By Scott Kirouac
It takes a lot of energy to power the farms that feed Florida and the nation. From drying out crops to processing produce to powering vital farm machinery, agriculture uses approximately 21% of the country’s total food production energy.
Energy efficiency can help lower the high costs that go with this vast energy use. This could, in turn, lower grocery costs for Floridians – something that’s more important than ever with today’s inflated prices at the store.
While energy efficiency improvements can certainly help farming operations that use huge amounts of energy, they can also provide financial relief to Florida’s families in their living spaces. Modest home upgrades like window caulking, updated insulation and new air conditioning units can dramatically reduce the amount of energy homes use – and that lowers their electricity bills.
However, in order to make improvements like these, it’s critical for customers to be able to leverage rebates or access energy efficiency programs offered by their power company. Florida law requires utilities to provide meaningful energy efficiency programs to all the state’s residents. Unfortunately, Florida trails behind almost every state in the nation in capturing energy savings for customers through utility programs.
This gap can really affect farmers. As a Florida grower myself, I know that in order to make our agricultural operations more energy-efficient, farmers need programs that make these kinds of upgrades more accessible and financially attainable.

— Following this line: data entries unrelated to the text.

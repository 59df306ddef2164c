"""The walnut sizer: flats, darks and stripes of each unit end as documented and agree with what is there."""

import contextlib
import io
import json
import shutil
from collections.abc import Iterator
from math import log10, sqrt
from pathlib import Path
from typing import Any

import numpy as np
import pytest

from runner.cli import run
from runner.exits import Exit
from runner.rehearse.expected import found_in, read_expected
from runner.rehearse.illumination import gains
from runner.rehearse.lot import truth
from runner.rehearse.scenario import Scenario, Unit, read_scenario
from runner.resources import folder
from runner.spec.build import read_spec
from runner.spec.model import Spec

HOME = folder("demo_lots") / "walnut_sizer"
EXPECTED = read_expected(HOME / "expected.yaml")
MEASURED = list(EXPECTED.units)[:6]
"""Units whose frames may be used."""
SOUND = ("WZ2-000201", "WZ2-000203")
"""Units without a flaw of sensor or readout."""
TRANSFER = {"0.05": "18", "0.15": "19", "0.25": "20", "0.35": "21", "0.45": "22"}
"""Characteristic of the patches of each frequency."""


@pytest.fixture(scope="module")
def scenario() -> Scenario:
    """Return the lot as it physically is."""
    return read_scenario(HOME / "scenario.yaml")


@pytest.fixture(scope="module")
def spec() -> Spec:
    """Return the lot's test spec."""
    return read_spec(HOME / EXPECTED.spec)


@pytest.fixture(scope="module")
def demo(tmp_path_factory: pytest.TempPathFactory) -> Iterator[tuple[Exit, str, Path]]:
    """Run the whole demo once, on two processes, in a home of its own; yield exit code, printed text and its folder."""
    out = tmp_path_factory.mktemp("demo")
    with pytest.MonkeyPatch.context() as patch:
        patch.setenv("HOME", str(out / "home"))
        patch.delenv("XDG_CONFIG_HOME", raising=False)
        patch.delenv("XDG_DATA_HOME", raising=False)
        printed = io.StringIO()
        with contextlib.redirect_stdout(printed):
            code = run(["demo", "walnut_sizer", "--out", str(out / "demo"), "--jobs", "2"])
        yield code, printed.getvalue(), out / "demo"
    shutil.rmtree(out / "demo")  # 80 MB


@pytest.mark.parametrize("serial", list(EXPECTED.units))
def test_every_documented_verdict_is_found(serial: str, demo: tuple[Exit, str, Path]) -> None:
    """Files in, report out: verdict, blame and characteristics are the documented ones, and all are simulated."""
    document = _results(demo[2], serial)

    assert found_in(document) == EXPECTED.units[serial], document["reasons"]
    assert document["simulated"]
    assert all(frame["simulated"] for capture in document["captures"] for frame in capture["frames"])


def test_demo_ends_well(demo: tuple[Exit, str, Path]) -> None:
    """Exit code 0, and every unit `as it is` documented."""
    assert demo[0] == Exit.CONFORMS, demo[1]
    assert demo[1].count("as it is") == 8


@pytest.mark.parametrize("serial", MEASURED)
def test_documented_stripes_follow_from_the_truth(serial: str, scenario: Scenario, spec: Spec) -> None:
    """The true transfer of each patch and the true mtf50 lie clear of their limits, on the documented side.

    The uncertainty is 0.5 % (the target's own modulation); clear is five times that. mtf50 is read off the straight
    line between patches, which a curve leaves by 1 % at most there.
    """
    patches = truth(scenario, scenario.units[serial])["patches"]
    limits = {limit.characteristic: limit.at_least for limit in spec.capture("stripes").limits}
    failing = EXPECTED.units[serial].characteristics
    f, curve = (
        [patches[f"upright {name}"][key] for name in TRANSFER] for key in ("frequency cy/px", "modulation transfer")
    )
    half = float(np.interp(-0.5, [-value for value in curve], f))
    least = limits["25"]
    assert least is not None
    assert abs(half - least) > 5 * 0.01 * half
    assert (half < least) == ("25" in failing)

    for frequency, number in TRANSFER.items():
        low = limits[number]
        assert low is not None
        for way in ("upright", "level"):
            value = patches[f"{way} {frequency}"]["modulation transfer"]
            assert abs(value - low) > 5 * 0.005 * value
            assert (value < low) == (number in failing), (way, frequency)


@pytest.mark.parametrize("serial", MEASURED)
def test_stripes_agree_with_the_truth(serial: str, scenario: Scenario, demo: tuple[Exit, str, Path]) -> None:
    """Transfer, frequency and direction of every patch lie within four standard uncertainties of the truth.

    The target's own modulation is exactly the stated one here, so its share of the uncertainty is left out. Of 180
    values one in 90 runs would lie further off by chance (normal law); the seeds are fixed.
    """
    patches = truth(scenario, scenario.units[serial])["patches"]
    names = {"modulation_transfer": "modulation transfer", "grating_frequency": "frequency cy/px"}
    readings = [r for r in _results(demo[2], serial)["readings"] if r["capture"] == "stripes"]
    compared = [r for r in readings if r["quantity"] in names and r["region"] in patches]

    assert len({(r["region"], r["quantity"]) for r in compared}) >= 10
    for reading in compared:
        true = patches[reading["region"]][names[reading["quantity"]]]
        u = sqrt(sum(c["u"] ** 2 for c in reading["components"] if c["name"] != "target's modulation"))
        assert abs(reading["value"] - true) <= 4 * u + 1e-6, reading["label"]  # the truth is written to 1e-6


@pytest.mark.parametrize("serial", SOUND)
def test_noise_is_that_of_the_photon_transfer_curve(
    serial: str, scenario: Scenario, demo: tuple[Exit, str, Path]
) -> None:
    """Noise and level of a sound unit are K, photons, PRNU, DSNU and read noise, through the firmware's gains.

    EMVA 1288 Release 4.0: var = K² (electrons + read noise²) + 1/12, once more 1/12 for the firmware's own rounding;
    1 % is allowed, for a gain of few codes is not even after rounding.
    """
    sensor, unit = scenario.sensor, scenario.units[serial]
    table, light = _table(unit), _light(unit)
    electrons = sensor.quantum_efficiency * scenario.photons * light
    k = sensor.dn_per_e
    variance = table**2 * (k**2 * (electrons + sensor.read_noise_e**2) + 1 / 12) + 1 / 12
    level = float((k * electrons * table).mean())
    pattern = float(np.mean((table * k) ** 2 * ((sensor.prnu * electrons) ** 2 + sensor.dsnu_e**2)))
    found = _values(_results(demo[2], serial), "flat")

    assert found["mean_level"] == pytest.approx(level, rel=1e-3)
    assert found["temporal_noise"] == pytest.approx(sqrt(float(variance.mean())), rel=0.01)
    assert found["snr_temporal"] == pytest.approx(20 * log10(level / sqrt(float(variance.mean()))), abs=0.09)
    assert found["fixed_pattern_noise"] == pytest.approx(sqrt(pattern), rel=0.01)


def test_bands_are_found_in_light_and_in_the_dark(scenario: Scenario, demo: tuple[Exit, str, Path]) -> None:
    """Their frequency is the planted one; their amplitude is the planted one times the firmware's gain.

    In the dark the firmware rounds products of few codes, which most gains leave as they were: there it lies between
    the planted amplitude and that times the mean gain.
    """
    unit = scenario.units["WZ2-000204"]
    assert unit.bands is not None
    gain = float(_table(unit).mean())
    document = _results(demo[2], unit.serial)
    lit, dark = (_reading(document, capture, "row_banding") for capture in ("flat", "dark"))
    frequency = _reading(document, "flat", "row_banding_frequency")

    assert abs(lit["value"] - gain * unit.bands.amplitude_dn) <= 4 * lit["u"]
    assert unit.bands.amplitude_dn <= dark["value"] <= gain * unit.bands.amplitude_dn + 4 * dark["u"]
    assert abs(frequency["value"] - unit.bands.frequency) <= 4 * frequency["u"]


def test_planted_defects_are_counted_and_placed(scenario: Scenario, demo: tuple[Exit, str, Path]) -> None:
    """Every planted pixel and column is counted; a stuck pixel is hot in a dark as well."""
    planted = scenario.units["WZ2-000205"].defects
    document = _results(demo[2], "WZ2-000205")
    dark, flat = _values(document, "dark"), _values(document, "flat")

    assert dark["hot_pixels"] == planted.hot + planted.stuck
    assert flat["dead_pixels"] == planted.dead
    assert flat["stuck_pixels"] == planted.stuck
    assert flat["defective_columns"] == planted.weak_columns
    assert _values(_results(demo[2], "WZ2-000202"), "dark")["hot_pixels"] == scenario.units["WZ2-000202"].defects.hot
    assert sum(spot["kind"] == "dead pixel" for spot in document["spots"]) == planted.dead


def test_mirrored_correction_shades_as_the_two_laws_say(scenario: Scenario, demo: tuple[Exit, str, Path]) -> None:
    """Uniformity and darkest corner are those of lens × table over blocks, within four standard uncertainties."""
    unit = scenario.units["WZ2-000206"]
    field = _light(unit) * _table(unit)
    rows, columns = (
        np.linspace(0, size, n + 1).round().astype(int) for size, n in zip(field.shape, (9, 11), strict=True)
    )
    blocks = np.add.reduceat(np.add.reduceat(field, rows[:-1], 0), columns[:-1], 1)
    blocks /= np.outer(np.diff(rows), np.diff(columns))
    document = _results(demo[2], unit.serial)

    for name, true in (
        ("uniformity", 100 * blocks.min() / blocks.max()),
        ("darkest_corner", 100 * blocks[[0, 0, -1, -1], [0, -1, 0, -1]].min() / blocks[4, 5]),
    ):
        reading = _reading(document, "flat", name)
        noise = sqrt(sum(c["u"] ** 2 for c in reading["components"] if c["name"] != "flat source"))
        assert abs(reading["value"] - true) <= 4 * noise + 0.01, name  # 0.01 %: the firmware's rounding


def test_packed_mix_up_names_the_likely_packing(demo: tuple[Exit, str, Path]) -> None:
    """The station's other packing is told by name, every frame of it refused; what it saved as TIFF is measured."""
    document = _results(demo[2], "WZ2-000207")
    told = " ".join(document["reasons"])

    assert "read as 12 bit low bits first" in told
    assert "likely is packing: 12 bit high bits first" in told
    assert [(c["name"], c["usable"]) for c in document["captures"]] == [
        ("dark", False),
        ("flat", False),
        ("stripes", True),
    ]
    assert sum(len(c["faults"]) for c in document["captures"]) == 8


def test_half_copied_file_is_told_from_a_bad_unit(demo: tuple[Exit, str, Path]) -> None:
    """Both the zeros at its end and the manifest speak against the file, and nothing of the attempt is measured."""
    document = _results(demo[2], "WZ2-000208")
    told = " ".join(document["reasons"])

    assert "flat-5.raw: the last 240000 of 480000 pixels are zero" in told
    assert "manifest.json: flat-5.raw is not the file that was listed" in told
    assert {check["verdict"] for check in document["checks"]} == {"not measured"}
    assert {check["at_fault"] for check in document["checks"]} == {"capture"}
    assert document["next"].startswith("Copy again from the station: 'dark', 'flat' and 'stripes'")


def _table(unit: Unit) -> Any:
    table = gains(_light(unit), unit.correction)
    assert table is not None
    return table


def _light(unit: Unit) -> Any:
    assert unit.illumination is not None
    return unit.illumination.picture(unit.view.rows, unit.view.columns)


def _results(out: Path, serial: str) -> Any:
    return json.loads((out / "reports" / serial / "results.json").read_text(encoding="utf-8"))


def _reading(document: Any, capture: str, quantity: str) -> Any:
    return next(r for r in document["readings"] if (r["capture"], r["quantity"]) == (capture, quantity))


def _values(document: Any, capture: str) -> dict[str, float]:
    return {r["quantity"]: r["value"] for r in document["readings"] if r["capture"] == capture}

The Florida Public Service Commission – the agency that regulates the state’s biggest power companies – relies on outdated rules to set energy efficiency goals for the state’s utilities. The rules actually haven’t been updated in three decades, and a number of utilities have used these antiquated rules to support energy savings goals of zero for customers. Florida can and must do better for the families and businesses that call this state home.
The commission has the power to act and make substantive rule changes that would modernize outdated practices that keep Floridians from experiencing real relief on their power bills. Energy efficiency is a resource we aren’t tapping into. Other states meaningfully invest in it, and so should Florida.
Our state leaders should be able to get behind using energy smarter and cutting waste while saving money and keeping energy dollars closer to home, where they drive economic development.
Farmers have plenty of opportunities to save both energy and costs, on everything from irrigating crops and drying grain to lighting barns and silos or refrigerating products. They, along with most Florida families and businesses, just need realistic energy efficiency programs that would make it possible.
It’s time for Florida to start using energy smarter, and the first step is modernizing our energy efficiency rules.
Scott Kirouac is a managing partner with Big Sky Growers, Inc. and a Highlands County Commissioner. He has been a Highlands County Farm Bureau member for over 20 years and previously served as its president.